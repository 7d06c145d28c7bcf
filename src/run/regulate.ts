import type { Design } from '../design/types.js';
import type { Corner } from '../corners/types.js';
import type { SimEngine } from '../engine/types.js';
import type { DeckSeed } from '../netlist/types.js';
import { simulateSteady, type SteadyOptions, type SteadyResult } from './steady.js';

/** Regulation is met when the simulated output is within this fraction of output.voltage. */
export const REGULATION_TOLERANCE = 0.005;
/** The search aims inside the tolerance so that simulator noise does not leave it on the edge. */
const AIM = 0.8;
const MAX_STEPS = 8;

export interface RegulateResult {
  steady: SteadyResult;
  simulations: number;
  cycles: number;
  runs: number;
  met: boolean;
}

export { fhaSlope } from './seed.js';

/**
 * Find in simulation the switching frequency at which Vout meets output.voltage: start at fs0,
 * take the first step along the slope `slope0` (from FHA or a better model), then secant steps on
 * the simulated points. Each step continues from the previous run's final state, with the output
 * capacitor preset to the voltage the step aims at.
 */
export async function regulate(engine: SimEngine, design: Design, corner: Corner, fs0: number, seed: DeckSeed,
  slope0: number, opts: SteadyOptions): Promise<RegulateResult> {
  const target = design.output.voltage;
  const pts: { fs: number; v: number }[] = [];
  let fs = fs0;
  let state = seed;
  let cycles = 0;
  let runs = 0;
  let best: SteadyResult | undefined;
  for (let step = 0; step < MAX_STEPS; step++) {
    const r = await simulateSteady(engine, design, corner, fs, state, { ...opts, maxCycles: Math.max(opts.maxCycles - cycles, 40) });
    cycles += r.cycles;
    runs += r.runs;
    if (!r.ok || !r.metrics) return { steady: r, simulations: step + 1, cycles, runs, met: false };
    const v = r.metrics.vout;
    pts.push({ fs, v });
    if (!best || Math.abs(v - target) < Math.abs(best.metrics!.vout - target)) best = r;
    if (Math.abs(v - target) <= AIM * REGULATION_TOLERANCE * target) break;
    let slope = slope0 < 0 ? slope0 : -Math.abs(slope0 || 1e-4);
    if (pts.length >= 2) {
      const [a, b] = pts.slice(-2) as [{ fs: number; v: number }, { fs: number; v: number }];
      const s = (b.v - a.v) / (b.fs - a.fs);
      if (Number.isFinite(s) && s < 0) slope = s;
    }
    const next = Math.min(Math.max(fs - (v - target) / slope, fs * 0.7), fs * 1.4);
    state = { ...r.state!, vo: target };
    fs = next;
  }
  const met = Math.abs(best!.metrics!.vout - target) <= REGULATION_TOLERANCE * target;
  return { steady: best!, simulations: pts.length, cycles, runs, met };
}
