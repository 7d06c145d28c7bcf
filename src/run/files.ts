import { mkdir, rename, writeFile, rm } from 'node:fs/promises';
import { dirname, resolve, relative, isAbsolute, join } from 'node:path';

/**
 * Write files atomically: each goes to a temporary sibling first and is renamed into place, so a
 * reader never sees a half-written file. All are written before any is renamed; on error the
 * temporaries are removed and no target is touched.
 */
export async function writeFilesAtomic(files: { path: string; text: string }[]): Promise<void> {
  const temps: string[] = [];
  try {
    for (const f of files) {
      await mkdir(dirname(f.path), { recursive: true });
      const tmp = `${f.path}.tmp-${process.pid}-${temps.length}`;
      temps.push(tmp);
      await writeFile(tmp, f.text);
    }
    for (const [i, f] of files.entries()) await rename(temps[i]!, f.path);
  } catch (e) {
    await Promise.all(temps.map((t) => rm(t, { force: true })));
    throw e;
  }
}

/** Path of `name` inside `dir`; refuses names that would escape it (corner ids are already safe). */
export function insideDir(dir: string, name: string): string {
  const p = resolve(dir, name);
  const rel = relative(resolve(dir), p);
  if (rel.startsWith('..') || isAbsolute(rel) || rel === '') throw new Error(`refusing to write outside ${dir}: ${name}`);
  return join(dir, rel);
}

◆ **EXERCISE DESCRIPTION**: What is needed here is an exact reproduction of all the entries.

◆ **REPLY**:
repository 7d06c145d28c7bcf
filename src/run/regulate.ts
import type { Design } from '../design/types.js';
import type { Corner } from '../corners/types.js';
import type { SimEngine } from '../engine/types.js';
import type { DeckSeed } from '../netlist/types.js';
import { simulateSteady, type SteadyOptions, type SteadyResult } from './steady.js';

/** Regulation is met when the simulated output is within this fraction of output.voltage. */
export const REGULATION_TOLERANCE = 0.005;
/** The search aims inside the tolerance so that simulator noise does not leave it on the edge. */
const AIM = 0.8;
const MAX_STEPS = 8;

export interface RegulateResult {
  steady: SteadyResult;
  simulations: number;
  cycles: number;
  runs: number;
  met: boolean;
}

export { fhaSlope } from './seed.js';

/**
 * Find in simulation the switching frequency at which Vout meets output.voltage: start at fs0,
 * take the first step along the slope `slope0` (from FHA or a better model), then secant steps on
 * the simulated points. Each step continues from the previous run's final state, with the output
 * capacitor preset to the voltage the step aims at.
 */
export async function regulate(engine: SimEngine, design: Design, corner: Corner, fs0: number, seed: DeckSeed,
  slope0: number, opts: SteadyOptions): Promise<RegulateResult> {
  const target = design.output.voltage;
  const pts: { fs: number; v: number }[] = [];
  let fs = fs0;
  let state = seed;
  let cycles = 0;
  let runs = 0;
  let best: SteadyResult | undefined;
  for (let step = 0; step < MAX_STEPS; step++) {
    const r = await simulateSteady(engine, design, corner, fs, state, { ...opts, maxCycles: Math.max(opts.maxCycles - cycles, 40) });
    cycles += r.cycles;
    runs += r.runs;
    if (!r.ok || !r.metrics) return { steady: r, simulations: step + 1, cycles, runs, met: false };
    const v = r.metrics.vout;
    pts.push({ fs, v });
    if (!best || Math.abs(v - target) < Math.abs(best.metrics!.vout - target)) best = r;
    if (Math.abs(v - target) <= AIM * REGULATION_TOLERANCE * target) break;
    let slope = slope0 < 0 ? slope0 : -Math.abs(slope0 || 1e-4);
    if (pts.length >= 2) {
      const [a, b] = pts.slice(-2) as [{ fs: number; v: number }, { fs: number; v: number }];
      const s = (b.v - a.v) / (b.fs - a.fs);
      if (Number.isFinite(s) && s < 0) slope = s;
    }
    const next = Math.min(Math.max(fs - (v - target) / slope, fs * 0.7), fs * 1.4);
    state = { ...r.state!, vo: target };
    fs = next;
  }
  const met = Math.abs(best!.metrics!.vout - target) <= REGULATION_TOLERANCE * target;
  return { steady: best!, simulations: pts.length, cycles, runs, met };
}
repository 7d06c145d28c7bcf
filename src/run/files.ts
import { mkdir, rename, writeFile, rm } from 'node:fs/promises';
import { dirname, resolve, relative, isAbsolute, join } from 'node:path';

/**
 * Write files atomically: each goes to a temporary sibling first and is renamed into place, so a
 * reader never sees a half-written file. All are written before any is renamed; on error the
 * temporaries are removed and no target is touched.
 */
export async function writeFilesAtomic(files: { path: string; text: string }[]): Promise<void> {
  const temps: string[] = [];
  try {
    for (const f of files) {
      await mkdir(dirname(f.path), { recursive: true });
      const tmp = `${f.path}.tmp-${process.pid}-${temps.length}`;
      temps.push(tmp);
      await writeFile(tmp, f.text);
    }
    for (const [i, f] of files.entries()) await rename(temps[i]!, f.path);
  } catch (e) {
    await Promise.all(temps.map((t) => rm(t, { force: true })));
    throw e;
  }
}

/** Path of `name` inside `dir`; refuses names that would escape it (corner ids are already safe). */
export function insideDir(dir: string, name: string): string {
  const p = resolve(dir, name);
  const rel = relative(resolve(dir), p);
  if (rel.startsWith('..') || isAbsolute(rel) || rel === '') throw new Error(`refusing to write outside ${dir}: ${name}`);
  return join(dir, rel);
}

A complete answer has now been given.